Welche Positionen, Regionen oder Assetklassen dominieren das Gesamtergebnis?
Wie ähnlich reagieren die Bestandteile in normalen und belasteten Marktphasen?
01
Mehr Positionen bedeuten nicht automatisch mehr Diversifikation
Zehn Fonds können dieselben großen Unternehmen enthalten. Mehrere Technologieaktien können von denselben Zins- und Wachstumserwartungen abhängen. Und ein global benannter Index kann dennoch einen hohen Anteil eines einzelnen Landes oder weniger Konzerne enthalten.
Die Anzahl der Positionen ist deshalb nur ein Ausgangspunkt. Aussagekräftiger sind Gewichtungen, Überschneidungen und gemeinsame Risikotreiber. Eine einzelne große Position kann das Ergebnis stärker prägen als viele kleine Positionen zusammen.
Diversifikation ist kein Versprechen gegen Verluste. Auch breit gestreute Anlagen können in allgemeinen Marktkrisen gleichzeitig fallen.
02
Fünf Ebenen für einen strukturierten Check
Eine belastbare Portfolioübersicht trennt verschiedene Dimensionen. Keine einzelne davon beschreibt das gesamte Risiko. Erst das Zusammenspiel zeigt, wo tatsächliche Abhängigkeiten liegen.

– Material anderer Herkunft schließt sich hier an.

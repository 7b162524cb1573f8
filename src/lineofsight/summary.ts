/** The numbers of last scattering and baryon drag that an ionisation history implies. */
import { ageAt } from "../background/expansion.ts";
import { SECONDS_PER_JULIAN_YEAR } from "../constants/units.ts";
import { findRoot } from "../numerics/roots.ts";
import { type IonisationHistory, Z_TOP } from "../recombination/history.ts";
import type { RecombinationInputs } from "../recombination/inputs.ts";
import { dampingWavenumber } from "./damping.ts";
import { comovingDistance } from "./distances.ts";
import { type LineOfSight, lineOfSight } from "./optical-depth.ts";
import { reionisationDepth, reionisationRedshift } from "./reionisation-depth.ts";
import { soundHorizon } from "./sound-horizon.ts";
import { type VisibilitySummary, visibilitySummary } from "./visibility.ts";

/** Keys as in the JSON answer; definitions in the comment of each. */
export interface LineOfSightSummary {
  /** Optical depth of recombination alone (residual ionisation down to z = 0 included) equals 1. */
  readonly zStar: number;
  /** Drag depth, the Thomson integrand over R = 3 rho_b/(4 rho_gamma), equals 1. */
  readonly zDrag: number;
  /** Comoving sound horizons at zStar and zDrag. */
  readonly rStar_Mpc: number;
  readonly rDrag_Mpc: number;
  /** 100 r_star/D_M(z_star). */
  readonly theta100Star: number;
  readonly DMStar_Mpc: number;
  readonly kD_invMpc: number;
  /** omega_b + omega_c against photons and three massless neutrinos. */
  readonly zEq: number;
  readonly ageToday_Gyr: number;
  readonly ageAtStar_yr: number;
  /** Radiation temperature at zStar. */
  readonly temperatureAtStar_K: number;
  readonly xeAtZ: Readonly<Record<string, number>>;
  /** x_e = 1/2 in Saha equilibrium and in the model; left out if x_e stays above. */
  readonly zHalfIonisedSaha: number;
  readonly zHalfIonised?: number;
  readonly visibility: VisibilitySummary;
  /** Redshift and depth of reionisation (electrons of the tanh form); only when asked for. */
  readonly zReionisation?: number;
  readonly opticalDepthReionisation?: number;
  /** T_m/T_r = 0.9; left out if matter does not cool (switch matter-cooling). */
  readonly zThermalDecoupling?: number;
}

export interface LineOfSightResult {
  readonly summary: LineOfSightSummary;
  readonly sight: LineOfSight;
}

/**
 * Optical depth, visibility, horizons and damping of a history.
 * @throws {CalculationError} if an optical depth does not reach 1 below z = 1e7
 * @throws {InputError} as {@link reionisationRedshift}
 */
export function computeLineOfSight(inputs: RecombinationInputs, history: IonisationHistory): LineOfSightResult {
  const zRe = reionisationRedshift(inputs, history);
  const sight = lineOfSight(history, zRe);
  const { background } = history;
  const logStar = sight.unitDepth("optical");
  const zStar = Math.expm1(logStar);
  const zDrag = Math.expm1(sight.unitDepth("drag"));
  const rStar = soundHorizon(background, zStar);
  const DM = comovingDistance(background, zStar);
  const decoupling = thermalDecoupling(history);
  const zHalfIonised = halfIonised(history, sight.edges);
  return {
    sight,
    summary: {
      zStar,
      zDrag,
      rStar_Mpc: rStar,
      rDrag_Mpc: soundHorizon(background, zDrag),
      theta100Star: (100 * rStar) / DM,
      DMStar_Mpc: DM,
      kD_invMpc: dampingWavenumber(sight, logStar),
      zEq: background.zEq,
      ageToday_Gyr: ageAt(background, 0) / SECONDS_PER_JULIAN_YEAR / 1e9,
      ageAtStar_yr: ageAt(background, zStar) / SECONDS_PER_JULIAN_YEAR,
      temperatureAtStar_K: inputs.tCmb * (1 + zStar),
      xeAtZ: { "20": history.xeAt(Math.log1p(20)), "200": history.xeAt(Math.log1p(200)) },
      zHalfIonisedSaha: halfIonisedSaha(history),
      ...(zHalfIonised === undefined ? {} : { zHalfIonised }),
      visibility: visibilitySummary(sight),
      ...(zRe === undefined ? {} : { zReionisation: zRe, opticalDepthReionisation: reionisationDepth(history, zRe) }),
      ...(decoupling === undefined ? {} : { zThermalDecoupling: decoupling }),
    },
  };
}

/** Redshift at which x_e of the history falls below 1/2; x_e falls from high redshift to low. */
function halfIonised(history: IonisationHistory, edges: Float64Array): number | undefined {
  if (!(history.xeAt(0) < 0.5)) return undefined;
  let lo = 0;
  let hi = edges.length - 1;
  while (hi - lo > 1) {
    const middle = (lo + hi) >> 1;
    if (history.xeAt(edges[middle]) < 0.5) lo = middle;
    else hi = middle;
  }
  return Math.expm1(findRoot((x) => history.xeAt(x) - 0.5, edges[lo], edges[hi], 1e-10));
}

/** The same in equilibrium. */
function halfIonisedSaha(history: IonisationHistory): number {
  const logarithm = (z: number) => Math.log(Math.max(history.sahaXe(z), 1e-300) / 0.5);
  return findRoot(logarithm, 200, Z_TOP, 1e-7);
}

/** Redshift at which T_m/T_r falls below 0.9. */
function thermalDecoupling(history: IonisationHistory): number | undefined {
  const { logZ } = history;
  if (!(history.temperatureRatioAt(0) < 0.9)) return undefined;
  let i = 1;
  while (history.temperatureRatioAt(logZ[i]) < 0.9) i++;
  return Math.expm1(findRoot((x) => history.temperatureRatioAt(x) - 0.9, logZ[i - 1], logZ[i], 1e-10));
}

- Assetklassen: zum Beispiel Aktien, Anleihen, Rohstoffe oder Krypto
- Regionen und Länder: wirtschaftliche und politische Konzentrationen
- Branchen und Geschäftsmodelle: gemeinsame Nachfrage-, Zins- oder Konjunkturrisiken
- Einzelpositionen: Anteil der größten Investments am Gesamtportfolio
- Währungen und Liquidität: zusätzliche Schwankungs- und Verfügbarkeitsrisiken
03
Korrelation ist nützlich – aber nicht konstant
Korrelation beschreibt, wie ähnlich sich zwei Renditereihen in einem betrachteten Zeitraum bewegt haben. Ein niedriger historischer Wert kann auf unterschiedliche Bewegungsmuster hinweisen. Er garantiert jedoch nicht, dass dies in der nächsten Krise genauso bleibt.
Zeitfenster, Datenfrequenz und Marktphase verändern das Ergebnis. Deshalb sollte Korrelation als ergänzende Perspektive gelesen werden, nicht als unveränderliche Eigenschaft eines Investments.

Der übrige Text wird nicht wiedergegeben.